Otherwise (and I have no idea what's available) you might get some benefit
from talking to the medical profession. I don't usually like pharmaceutical
solutions, but this sounds like it's badly affecting your quility of life.

You need to address this otherwise you're increasing your exposure to
depression, etc.

------
seiji
> I don't really know how "senior" normal senior job is.

At startups, "senior" can mean you've worked at one other company before. At
big companies, "senior" means you have 20 years of experience in the real
world. At medium companies, "senior" can be anywhere in-between.

> hired based on credentials/past work yet.

Most cargo cult hiring practices these days only focus on one 20 minute coding
session to evaluate you. Few companies consider any past accomplishments in
immediate hiring decisions. It's kinda sad.

> living in REPL and Emacs

That's the killer right there. _Most_ people code by "write code, see if it
works, write more code." But during an interview, they want you to write a
complete working theoretic algorithm with no "it works" feedback. So, you're
constantly under pressure of a persistent, and growing, doubt about "does this
thing even work? I can't run it in this shared document!"

Coding interviews are a _teaching position_ not a coding evaluation. It really
doesn't make sense to evaluate a programmer on how well they operate while
being immediately judged based on what they type. I'm paid for _results_, not
my flailing process that kinda makes everybody look incompetent anyway.

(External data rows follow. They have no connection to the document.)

"""Two diodes behind a resistor, which hold a node between two voltages."""

from __future__ import annotations

import math
from dataclasses import dataclass

import numpy as np

from frontend_sim.analog.block import Real
from frontend_sim.analog.limits.limiter import Limiter, Segments, Touched, continuous


@dataclass(frozen=True, eq=False)
class DiodeClamp(Limiter):
    """A capacitor C behind a resistor R, with a diode to each of two levels,

        C dy/dt = (u - y) / R - max(y - high, 0) / R_d + max(low - y, 0) / R_d.

    Each diode is an ideal switch in series with a voltage, which ``low`` and ``high`` include, and
    with a resistance R_d. Without R_d the node is held at the level for just as long as current
    flows into the diode.

    Parameters
    ----------
    rate : 1 / (R C) [rad/s];  low, high : [V]
    ratio : R / R_d, infinite for a diode without resistance [1]
    """

    replaced: range
    rate: float
    ratio: float
    low: float
    high: float
    limits = ("its upper clamp", "its lower clamp")

    def start(self, u: float, v: float) -> Real:
        """Return the deviation of a node at rest, where the currents balance."""
        beyond = min(max(v, self.low), self.high) - v
        d = beyond * (1.0 - 1.0 / (1.0 + self.ratio))
        return np.array([d, v + d])

    def advance(self, state: Real, span: Segments) -> tuple[Real, Real, Real, Touched]:
        """Advance event by event; the deviation never jumps, since y and v are states."""
        from frontend_sim.analog.limits.kernels import clamp, closed_loop

        touched, deviation = Touched.none(4), np.empty(len(span.length))
        at = (float(state[0]), float(state[1]), span.linear_begin)
        parts = (*at, span.length, span.begin, span.end, span.linear, span.apart)
        told = (deviation, touched.time, touched.piece, touched.since)
        if math.isinf(self.ratio):
            limits = (self.rate, 1.0, math.inf, math.inf, self.low, self.high)
            ends = closed_loop(*parts, *limits, *told)
        else:
            ends = clamp(*parts, self.rate, self.ratio, self.low, self.high, *told)
        diodes = Touched(touched.time[:2], touched.piece[:2], touched.since[:2])
        return np.array(ends), deviation, continuous(state, deviation, span.jumps), diodes
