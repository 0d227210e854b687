"""Circuits solved whole: degenerate ones, unstable ones, and what cancels exactly."""

from __future__ import annotations

import numpy as np
import pytest

from frontend_sim.analog.network import (
    GROUND,
    SIGNAL,
    Amplifier,
    Capacitor,
    Circuit,
    Held,
    Inductor,
    Injected,
    OpenLoop,
    Part,
    Resistor,
    solve,
)
from frontend_sim.errors import ModelError

SOURCE = Held("in", SIGNAL)


def _solve(*parts: Part) -> np.ndarray[tuple[int], np.dtype[np.complex128]]:
    return np.asarray(solve(Circuit((SOURCE, *parts), "out")).block.poles)


def test_a_divider_has_no_states() -> None:
    """1 kohm over 3 kohm: exactly three quarters, and the noise of both resistors unfiltered."""
    solution = solve(
        Circuit((SOURCE, Resistor("a", "in", "out", 1e3), Resistor("b", "out", GROUND, 3e3)), "out")
    )
    assert (solution.block.order, solution.block.d) == (0, 0.75)
    assert solution.columns["a"][1] == -0.75
    assert solution.columns["b"][1] == 0.25
    assert solution.levels[SIGNAL] == 0.75


def test_redundant_states_do_not_count() -> None:
    """Parallel capacitors, one straight across the source, inductors in series: one state each."""
    r, c = Resistor("r", "in", "out", 1e3), Capacitor("out", GROUND, 1e-6)
    np.testing.assert_allclose(_solve(r, c, c, Capacitor("in", GROUND, 1.0)), [-500.0], rtol=1e-15)
    np.testing.assert_allclose(
        _solve(
            Inductor("in", "a", 1.0),
            Inductor("a", "out", 3.0),
            Resistor("r", "out", GROUND, 8.0),
        ),
        [-2.0],
        rtol=1e-15,
    )


def test_what_nobody_sees_or_drives_is_taken_out() -> None:
    """A loop that hangs on the source, and a node between two capacitors: no poles of theirs."""
    r, c = Resistor("r", "in", "out", 1e3), Capacitor("out", GROUND, 1e-6)
    aside = (Resistor("x", "in", "b", 1e3), Capacitor("b", GROUND, 1e-3))
    np.testing.assert_allclose(_solve(r, c, *aside), [-1e3], rtol=1e-15)
    poles = _solve(
        Capacitor("in", "a", 2e-6), Capacitor("a", "out", 2e-6), Resistor("r", "out", GROUND, 1e3)
    )
    np.testing.assert_allclose(poles, [-1e3], rtol=1e-15)


def test_an_integrator_keeps_its_pole_at_the_origin() -> None:
    """An ideal amplifier with a capacitor: exactly -1/(s R C), and no level at rest."""
    solution = solve(
        Circuit(
            (
                SOURCE,
                Resistor("r", "in", "minus", 1e3),
                Capacitor("minus", "out", 1e-6),
                Amplifier("amplifier", (("minus", -1.0),), "out", OpenLoop()),
            ),
            "out",
        )
    )
    np.testing.assert_array_equal(solution.block.poles, [0.0])
    assert solution.block.c[0] * solution.block.b[0] == pytest.approx(-1e3, rel=1e-15)
    assert solution.levels[SIGNAL] is None


def test_a_differentiator_is_refused() -> None:
    """A capacitor into an ideal amplifier has a gain without bound; a bandwidth bounds it."""
    parts = (SOURCE, Capacitor("in", "minus", 1e-6), Resistor("r", "minus", "out", 1e3))
    ideal = Amplifier("amplifier", (("minus", -1.0),), "out", OpenLoop())
    with pytest.raises(ModelError, match=r"grows without bound.*gain_bandwidth"):
        solve(Circuit((*parts, ideal), "out"))
    real = Amplifier("amplifier", (("minus", -1.0),), "out", OpenLoop(gain_bandwidth=1e6))
    assert solve(Circuit((*parts, real), "out")).block.order == 2


def test_positive_feedback_is_refused() -> None:
    """An amplifier that senses its output with the wrong sign has a pole on the right."""
    wrong = Amplifier("amplifier", (("in", 1.0), ("out", 1.0)), "out", OpenLoop(None, 1e6))
    with pytest.raises(ModelError, match=r"unstable: it has a pole at 6.283e\+06 rad/s"):
        solve(Circuit((SOURCE, wrong), "out"))


@pytest.mark.parametrize(
    "parts",
    [
        (Resistor("r", "in", "a", 1e3),),
        (Held("out", SIGNAL), Held("in", "other"), Amplifier("x", (), "in", OpenLoop())),
        (Resistor("r", "in", "out", 1.0), Amplifier("x", (("in", 1.0),), "out", OpenLoop())),
    ],
    ids=["output tied to nothing", "source against amplifier", "nothing fed back"],
)
def test_circuits_without_an_answer_are_refused(parts: tuple[Part, ...]) -> None:
    """A node that hangs in the air, two sources on one node, an ideal amplifier without a loop."""
    with pytest.raises(ModelError, match="no unique answer"):
        solve(Circuit((SOURCE, *parts), "out"))


def test_a_current_becomes_a_voltage() -> None:
    """1 A into 50 ohm beside 1 uF: 50 V at rest, pole -1/(R C)."""
    solution = solve(
        Circuit(
            (
                Injected("out", SIGNAL),
                Resistor("r", "out", GROUND, 50.0),
                Capacitor("out", GROUND, 1e-6),
            ),
            "out",
        )
    )
    assert solution.levels[SIGNAL] == 50.0
    np.testing.assert_allclose(solution.block.poles, [-2e4], rtol=1e-15)


def test_the_same_circuit_is_solved_once() -> None:
    """Solutions are remembered by the values of the parts."""
    circuit = Circuit(
        (SOURCE, Resistor("r", "in", "out", 1e3), Capacitor("out", GROUND, 1.0)), "out"
    )
    again = Circuit(tuple(circuit.parts), "out")
    assert solve(circuit) is solve(again)
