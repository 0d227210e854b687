"""A sensor whose output is a curve of its input over some range."""

from __future__ import annotations

from dataclasses import dataclass

import numpy as np

from frontend_sim.analog.block import Real
from frontend_sim.analog.limits.limiter import Segments, Touched
from frontend_sim.analog.limits.static_map import StaticMap

ENDS = ("the upper end of its range", "the lower end of its range")


@dataclass(frozen=True, eq=False)
class SensorCurve(StaticMap):
    """A curve that holds over a range of its input; how long the range was left is told.

    Parameters
    ----------
    low, high : ends of the range
    """

    low: float
    high: float
    limits = ENDS

    def advance(self, state: Real, span: Segments) -> tuple[Real, Real, Real, Touched]:
        """Take the curve at every end, see ``Limiter``."""
        state, deviation, before, _ = super().advance(state, span)
        return state, deviation, before, left(span, self.low, self.high)


def left(span: Segments, low: float, high: float) -> Touched:
    """Return how long the input was above and below a range, and when first."""
    above = _over(span.length, span.begin - high, span.end - high)
    below = _over(span.length, low - span.begin, low - span.end)
    times, pieces, since = zip(above, below, strict=True)
    return Touched(np.array(times), np.array(pieces, dtype=np.int64), np.array(since))


def _over(length: Real, begin: Real, end: Real) -> tuple[float, int, float]:
    """Return how long lines are above zero, which piece is first, and how far into it."""
    over = np.flatnonzero((begin > 0.0) | (end > 0.0))
    if len(over) == 0:
        return 0.0, -1, 0.0
    length, begin, end = length[over], begin[over], end[over]
    crosses = (begin > 0.0) != (end > 0.0)
    rise = np.where(crosses, np.abs(end - begin), 1.0)
    share = np.where(crosses, np.maximum(begin, end) / rise, 1.0)
    since = length[0] * (1.0 - share[0]) if end[0] > begin[0] else 0.0
    return float(np.sum(share * length)), int(over[0]), float(since)
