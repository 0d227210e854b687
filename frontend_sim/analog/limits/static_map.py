"""A sensor, or any other part, whose output is a curve of its input."""

from __future__ import annotations

from collections.abc import Callable
from dataclasses import dataclass

import numpy as np

from frontend_sim.analog.block import Real
from frontend_sim.analog.limits.limiter import Limiter, Segments, Touched
from frontend_sim.errors import ModelError


@dataclass(frozen=True, eq=False)
class StaticMap(Limiter):
    """A curve y = f(u) in place of a gain G, which is its slope at some working point.

    Parameters
    ----------
    replaced : the one block without states that is the gain
    gain : G, the gain of that block; any value is right, the slope at the working point is best
    function : f, for arrays of inputs; it must not depend on anything but its argument
    """

    replaced: range
    gain: float
    function: Callable[[Real], Real]

    def start(self, u: float, v: float) -> Real:
        """Return the deviation at rest."""
        return self._deviation(np.array([u]))

    def advance(self, state: Real, span: Segments) -> tuple[Real, Real, Real, Touched]:
        """Take the curve at every end, see ``Limiter``."""
        deviation = self._deviation(span.end)
        before = self._deviation(span.begin[span.jumps])
        return deviation[-1:], deviation, before, Touched.none(0)

    def _deviation(self, u: Real) -> Real:
        y = np.asarray(self.function(u), dtype=np.float64)
        if not np.all(np.isfinite(y)):
            wrong = u[~np.isfinite(y)][0]
            raise ModelError(f"the curve gives no finite output for an input of {wrong:g}")
        return y - self.gain * u
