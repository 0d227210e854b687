"""A source whose resistance depends on what it measures, on a capacitor."""

from __future__ import annotations

from collections.abc import Callable
from dataclasses import dataclass

import numpy as np

from frontend_sim.analog.block import Real
from frontend_sim.analog.limits.limiter import Limiter, Segments, Touched, continuous
from frontend_sim.analog.limits.sensor_curve import ENDS, left


@dataclass(frozen=True, eq=False)
class VariablePole(Limiter):
    """A state that follows a curve of the input, at a rate that is a curve of the input too,

        dy/dt = r(u) (f(u) - y).

    Over a piece of length h the rate's integral z is taken by Simpson's rule, and f as a line in
    this integral: y is then exact wherever r is constant and f a line, stays between old and new
    value however stiff the piece is, and converges with the second order else,

        y1 = y0 exp(-z) + f0 (1 - exp(-z)) + (f1 - f0) (1 - (1 - exp(-z)) / z).

    Parameters
    ----------
    replaced : the one block of first order that is the model of small signals
    rate, function : r above 0 [1/s], and f, for arrays of inputs
    low, high : range of the input
    """

    replaced: range
    rate: Callable[[Real], Real]
    function: Callable[[Real], Real]
    low: float
    high: float
    limits = ENDS

    def start(self, u: float, v: float) -> Real:
        """Return the deviation, and the state itself, with the input at rest."""
        y = float(self.function(np.array([u]))[0])
        return np.array([y - v, y])

    def advance(self, state: Real, span: Segments) -> tuple[Real, Real, Real, Touched]:
        """Advance piece by piece, see ``Limiter``. The deviation never jumps, as y and v do not."""
        from frontend_sim.analog.limits.scan import follow_line

        ends = self.rate(span.begin) + self.rate(span.end)
        middle = self.rate(0.5 * (span.begin + span.end))
        z = span.length * (ends + 4.0 * middle) / 6.0
        y = np.empty(len(z))
        lines = self.function(span.begin), self.function(span.end)
        if span.apart.shape[1]:
            for s, begin in enumerate(span.apart.sum(axis=0)):
                follow_line(begin, z[s : s + 1], lines[0][s:], lines[1][s:], y[s : s + 1])
        else:
            follow_line(float(state[1]), z, *lines, y)
        deviation = y - span.linear
        after, before = np.array([deviation[-1], y[-1]]), continuous(state, deviation, span.jumps)
        return after, deviation, before, left(span, self.low, self.high)
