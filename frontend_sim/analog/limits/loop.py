"""A closed loop of any order around an amplifier that slews and meets its rails."""

from __future__ import annotations

import math
from dataclasses import dataclass
from functools import cached_property
from typing import Self

import numpy as np

from frontend_sim.analog.block import Block, Real
from frontend_sim.analog.exponential import expm1
from frontend_sim.analog.limits.follower import NAMES
from frontend_sim.analog.limits.limiter import Limiter, Segments, Touched, continuous

LEVELS = 48
"""Halvings of the longest piece: event times are found to 4e-15 of it."""


@dataclass(frozen=True, eq=False)
class HigherLoop(Limiter):
    """A block H(s) = c (s - A)^-1 b of order n, read as an integrator in a loop of unity feedback,

        dw/dt = clip(k (G u - y), -down, up),    low <= w <= high,    Y(s) = F(s) W(s),

    where G = H(0) and k F(s) = s H / (G - H), F(0) = 1: what follows the integrator, a second pole
    or a loaded output for instance, is what makes the block more than one pole. In the states of
    the block k = G / (c A^-2 b), w = -k c A^-1 x, and with s the limited slope

        dx/dt = A x + b u    while nothing limits,
        dx/dt = (A + b c / G) x + b s / (k G)    while something does; at a rail s is zero.

    The deviation is c (x - x_lin), where x_lin is advanced beside x on the same line as input.

    Parameters
    ----------
    a, b, c : of the block, shapes (n, n) [1/s], (n,) [1/s], (n,)
    gain : G [1];  rate : k [rad/s];  up, down : [V/s];  low, high : [V]
    """

    replaced: range
    a: Real
    b: Real
    c: Real
    gain: float
    rate: float
    up: float
    down: float
    low: float
    high: float
    limits = NAMES
    bends = False

    @classmethod
    def of(
        cls, block: Block, replaced: range, up: float, down: float, low: float, high: float
    ) -> Self | None:
        """Return the loop of a block, None if the block is no such loop.

        It is none with direct feed-through, without gain at rest or with a pole at the origin, and
        if its step response begins to the wrong side on the whole (k below zero).
        """
        if block.order == 0 or block.d != 0.0 or np.any(block.poles == 0.0):
            return None
        rest = np.linalg.solve(block.a, block.b)
        gain = -float(block.c @ rest)
        lag = float(block.c @ np.linalg.solve(block.a, rest))
        if gain == 0.0 or not gain / lag > 0.0:
            return None
        return cls(
            replaced, block.a, block.b, block.c, gain, gain / lag, up, down, low, high
        )  # fmt: skip

    @cached_property
    def integrator(self) -> Real:
        """Row that gives w from the states, -k c A^-1, shape (n,)."""
        return np.asarray(-self.rate * np.linalg.solve(self.a.T, self.c))

    def start(self, u: float, v: float) -> Real:
        """Return deviation, mode, x_lin and x - x_lin at rest."""
        target = self.gain * u
        held = min(max(target, self.low), self.high)
        settled = -np.linalg.solve(self.a, self.b)
        beyond = settled * ((held - target) / self.gain)
        return np.concatenate([[float(self.c @ beyond), -1.0], settled * u, beyond])

    def advance(self, state: Real, span: Segments) -> tuple[Real, Real, Real, Touched]:
        """Advance event by event; the deviation never jumps, since x and x_lin are states."""
        from frontend_sim.analog.limits.loop_kernels import loop

        touched, deviation = Touched.none(4), np.empty(len(span.length))
        after = state.copy()
        loop(
            after, span.length, span.begin, span.end, span.linear,
            *self._tables(float(np.max(span.length))), self.c, self.integrator,
            self.rate, self.gain, self.up, self.down, self.low, self.high,
            deviation, touched.time, touched.piece, touched.since,
        )  # fmt: skip
        return after, deviation, continuous(state, deviation, span.jumps), touched

    @cached_property
    def _known(self) -> dict[int, tuple[float, Real, Real]]:
        """Tables that were needed so far, by the exponent of their longest step."""
        return {}

    def _tables(self, longest: float) -> tuple[float, Real, Real]:
        """Return the smallest step [s], and for its doublings the steps of both systems, less I.

        The free one has the states [x, u, du/dt], the limited one [x, s].
        """
        top = math.ceil(math.log2(max(longest, 1e-300)))
        if top not in self._known:
            unit = 2.0 ** (top - LEVELS)
            n = len(self.b)
            free, held = np.zeros((n + 2, n + 2)), np.zeros((n + 1, n + 1))
            free[:n, :n], free[:n, n], free[n, n + 1] = self.a, self.b, 1.0
            held[:n, :n] = self.a + np.outer(self.b, self.c) / self.gain
            held[:n, n] = self.b / (self.rate * self.gain)
            self._known[top] = (unit, _doublings(free * unit), _doublings(held * unit))
        return self._known[top]


def _doublings(step: Real) -> Real:
    """Return exp(M 2^i) - I for i = 0 ... LEVELS, shape (LEVELS + 1, N, N)."""
    steps = [expm1(step)]
    for _ in range(LEVELS):
        steps.append(2.0 * steps[-1] + steps[-1] @ steps[-1])
    return np.array(steps)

There's no solution for you besides interview at 10+ places. Employers think
they are special (above you) and they think interview candidates are
disposable. Employers aren't there to treat you with respect or kindness as a
candidate, they are there to see if you are one of the 0.0001% top people in
the world, even though after you get hired, you'll probably be doing the same
CRUD work and email writing as someone who doesn't even know what a for loop
does.

------
blairanderson
Keep interviewing until you find good companies without crap interviews.

------
loumf
Here's a soft-skills interview question to think about: "If you wanted
something that required a skill you don't have, how would you go about
obtaining that skill?" \-- "Can you give an example of a time in your life you
set a big goal and achieved it? How did you approach it?"

You probably can't fix technical interviewing, but you can practice it and get
better at it. And, if you are a good programmer, the part you are missing is
small comparatively.

------
JSeymourATL
> my network is no where near enough to make a hire recommendation

The obstacle is the way. Start carving out time for strategic networking. Go
to meet-ups, conferences, workshops. Make a point to chat with 2-3 people at
each event. Suprisingly, these can lead to serendipitous introductions.